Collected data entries
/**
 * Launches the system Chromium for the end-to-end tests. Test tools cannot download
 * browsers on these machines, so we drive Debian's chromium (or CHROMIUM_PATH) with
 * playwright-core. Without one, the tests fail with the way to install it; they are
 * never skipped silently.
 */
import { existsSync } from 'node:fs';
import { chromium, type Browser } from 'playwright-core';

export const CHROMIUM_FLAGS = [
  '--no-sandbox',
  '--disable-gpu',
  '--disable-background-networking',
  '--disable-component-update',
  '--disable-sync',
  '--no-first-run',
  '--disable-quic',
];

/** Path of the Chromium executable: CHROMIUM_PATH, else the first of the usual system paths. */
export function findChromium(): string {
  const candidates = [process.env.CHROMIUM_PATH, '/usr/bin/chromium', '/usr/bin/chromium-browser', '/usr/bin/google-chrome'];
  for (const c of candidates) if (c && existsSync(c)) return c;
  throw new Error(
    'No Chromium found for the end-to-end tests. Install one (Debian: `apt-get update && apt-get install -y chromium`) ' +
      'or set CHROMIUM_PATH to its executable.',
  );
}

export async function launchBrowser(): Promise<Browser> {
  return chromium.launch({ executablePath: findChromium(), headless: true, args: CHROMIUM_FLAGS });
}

## [Your assignment]
Produce the number of lines in the data containing the string "export", with nothing added.

## [Reply to the exercise]
3